-- Information shown follows --

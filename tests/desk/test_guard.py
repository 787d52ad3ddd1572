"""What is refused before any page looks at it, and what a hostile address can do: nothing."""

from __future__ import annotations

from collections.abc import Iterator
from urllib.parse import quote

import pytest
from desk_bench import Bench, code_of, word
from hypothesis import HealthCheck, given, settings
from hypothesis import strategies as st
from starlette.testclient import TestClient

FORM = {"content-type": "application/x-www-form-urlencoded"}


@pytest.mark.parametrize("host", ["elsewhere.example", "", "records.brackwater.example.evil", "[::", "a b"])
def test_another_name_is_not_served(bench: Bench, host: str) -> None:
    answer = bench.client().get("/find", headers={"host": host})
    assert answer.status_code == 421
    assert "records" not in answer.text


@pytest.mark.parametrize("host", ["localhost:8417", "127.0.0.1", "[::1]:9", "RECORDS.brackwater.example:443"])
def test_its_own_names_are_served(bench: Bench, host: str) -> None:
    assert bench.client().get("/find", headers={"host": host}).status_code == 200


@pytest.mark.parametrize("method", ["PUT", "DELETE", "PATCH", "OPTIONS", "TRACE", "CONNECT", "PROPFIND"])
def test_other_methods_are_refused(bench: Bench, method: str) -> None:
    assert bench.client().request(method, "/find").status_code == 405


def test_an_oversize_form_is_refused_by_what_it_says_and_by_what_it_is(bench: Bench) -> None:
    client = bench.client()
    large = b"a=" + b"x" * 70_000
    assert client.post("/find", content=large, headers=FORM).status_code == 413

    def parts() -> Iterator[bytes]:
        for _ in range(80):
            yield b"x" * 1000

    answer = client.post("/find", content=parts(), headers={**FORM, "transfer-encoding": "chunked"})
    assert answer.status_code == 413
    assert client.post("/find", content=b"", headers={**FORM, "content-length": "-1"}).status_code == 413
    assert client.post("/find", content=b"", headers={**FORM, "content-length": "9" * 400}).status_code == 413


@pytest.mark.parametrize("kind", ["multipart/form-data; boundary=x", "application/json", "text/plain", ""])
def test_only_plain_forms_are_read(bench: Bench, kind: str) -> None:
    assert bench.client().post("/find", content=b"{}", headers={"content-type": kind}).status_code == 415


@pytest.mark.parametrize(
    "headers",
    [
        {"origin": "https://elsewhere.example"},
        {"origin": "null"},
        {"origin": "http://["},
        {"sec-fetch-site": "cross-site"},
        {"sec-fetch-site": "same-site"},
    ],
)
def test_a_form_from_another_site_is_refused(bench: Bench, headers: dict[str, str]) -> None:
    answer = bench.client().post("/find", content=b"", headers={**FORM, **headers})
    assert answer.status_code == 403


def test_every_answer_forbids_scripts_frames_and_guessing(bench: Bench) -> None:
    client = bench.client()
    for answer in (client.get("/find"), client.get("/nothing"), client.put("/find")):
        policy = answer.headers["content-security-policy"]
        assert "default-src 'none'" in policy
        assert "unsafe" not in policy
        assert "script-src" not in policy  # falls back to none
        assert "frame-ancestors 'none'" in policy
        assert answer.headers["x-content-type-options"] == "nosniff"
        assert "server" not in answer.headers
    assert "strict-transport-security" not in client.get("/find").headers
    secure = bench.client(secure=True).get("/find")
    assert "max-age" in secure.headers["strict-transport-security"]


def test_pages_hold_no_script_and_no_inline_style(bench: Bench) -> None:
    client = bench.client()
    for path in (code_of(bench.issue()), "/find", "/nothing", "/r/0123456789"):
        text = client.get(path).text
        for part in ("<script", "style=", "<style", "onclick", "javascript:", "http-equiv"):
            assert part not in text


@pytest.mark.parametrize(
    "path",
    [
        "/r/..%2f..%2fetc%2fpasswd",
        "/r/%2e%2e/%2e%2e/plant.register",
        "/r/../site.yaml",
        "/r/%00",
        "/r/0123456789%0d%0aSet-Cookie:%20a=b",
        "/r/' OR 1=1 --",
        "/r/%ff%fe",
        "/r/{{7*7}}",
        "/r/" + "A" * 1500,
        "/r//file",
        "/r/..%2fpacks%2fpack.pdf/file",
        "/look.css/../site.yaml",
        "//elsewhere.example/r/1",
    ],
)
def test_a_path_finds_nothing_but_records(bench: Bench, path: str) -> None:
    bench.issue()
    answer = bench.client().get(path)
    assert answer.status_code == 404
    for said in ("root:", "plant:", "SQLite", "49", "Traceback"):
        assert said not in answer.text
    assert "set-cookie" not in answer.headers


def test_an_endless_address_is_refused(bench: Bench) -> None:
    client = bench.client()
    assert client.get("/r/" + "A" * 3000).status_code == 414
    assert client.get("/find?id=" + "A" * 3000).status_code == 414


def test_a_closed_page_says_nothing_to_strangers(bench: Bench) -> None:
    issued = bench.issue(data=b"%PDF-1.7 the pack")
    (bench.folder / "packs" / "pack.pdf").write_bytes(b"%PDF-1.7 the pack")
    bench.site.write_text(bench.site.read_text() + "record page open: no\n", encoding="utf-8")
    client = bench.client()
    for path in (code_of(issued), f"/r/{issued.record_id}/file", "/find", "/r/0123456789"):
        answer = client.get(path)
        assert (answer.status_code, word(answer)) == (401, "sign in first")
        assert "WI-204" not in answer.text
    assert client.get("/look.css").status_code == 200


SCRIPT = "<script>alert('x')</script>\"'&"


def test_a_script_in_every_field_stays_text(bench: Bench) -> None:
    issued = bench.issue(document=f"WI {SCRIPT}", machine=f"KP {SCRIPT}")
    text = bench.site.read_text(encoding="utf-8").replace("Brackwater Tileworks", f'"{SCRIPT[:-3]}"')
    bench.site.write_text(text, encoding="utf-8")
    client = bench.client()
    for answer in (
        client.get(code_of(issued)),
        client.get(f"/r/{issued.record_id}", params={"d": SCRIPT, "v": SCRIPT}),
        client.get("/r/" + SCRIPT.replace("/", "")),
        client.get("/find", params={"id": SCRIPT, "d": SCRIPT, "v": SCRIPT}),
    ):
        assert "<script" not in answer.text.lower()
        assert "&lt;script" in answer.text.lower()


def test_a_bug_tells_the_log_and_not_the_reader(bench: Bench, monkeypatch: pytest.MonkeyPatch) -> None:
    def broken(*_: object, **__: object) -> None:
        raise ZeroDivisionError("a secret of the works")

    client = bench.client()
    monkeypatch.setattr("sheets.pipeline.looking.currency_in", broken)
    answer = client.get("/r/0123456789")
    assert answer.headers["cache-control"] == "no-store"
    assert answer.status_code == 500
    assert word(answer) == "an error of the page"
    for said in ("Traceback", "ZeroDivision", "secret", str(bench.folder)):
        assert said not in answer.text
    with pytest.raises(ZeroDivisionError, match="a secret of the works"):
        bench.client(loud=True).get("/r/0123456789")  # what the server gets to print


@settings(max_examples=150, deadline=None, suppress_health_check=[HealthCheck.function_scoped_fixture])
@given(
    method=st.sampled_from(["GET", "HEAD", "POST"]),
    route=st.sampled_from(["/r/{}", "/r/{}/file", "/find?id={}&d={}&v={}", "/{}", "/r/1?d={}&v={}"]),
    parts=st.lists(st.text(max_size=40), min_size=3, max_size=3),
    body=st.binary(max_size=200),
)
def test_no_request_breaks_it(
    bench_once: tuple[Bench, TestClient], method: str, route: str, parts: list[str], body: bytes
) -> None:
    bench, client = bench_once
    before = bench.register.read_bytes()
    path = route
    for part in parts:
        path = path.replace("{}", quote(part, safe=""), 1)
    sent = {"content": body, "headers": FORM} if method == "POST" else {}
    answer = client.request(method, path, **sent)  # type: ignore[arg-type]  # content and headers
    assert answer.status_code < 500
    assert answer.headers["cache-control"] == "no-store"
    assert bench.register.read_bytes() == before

-- Information shown concluded --

Your assignment
Exact copies are needed of the line with "before = bench.register.read_bytes()" and each line after it through the end of the material above.

Written answer
    before = bench.register.read_bytes()
    path = route
    for part in parts:
        path = path.replace("{}", quote(part, safe=""), 1)
    sent = {"content": body, "headers": FORM} if method == "POST" else {}
    answer = client.request(method, path, **sent)  # type: ignore[arg-type]  # content and headers
    assert answer.status_code < 500
    assert answer.headers["cache-control"] == "no-store"
    assert bench.register.read_bytes() == before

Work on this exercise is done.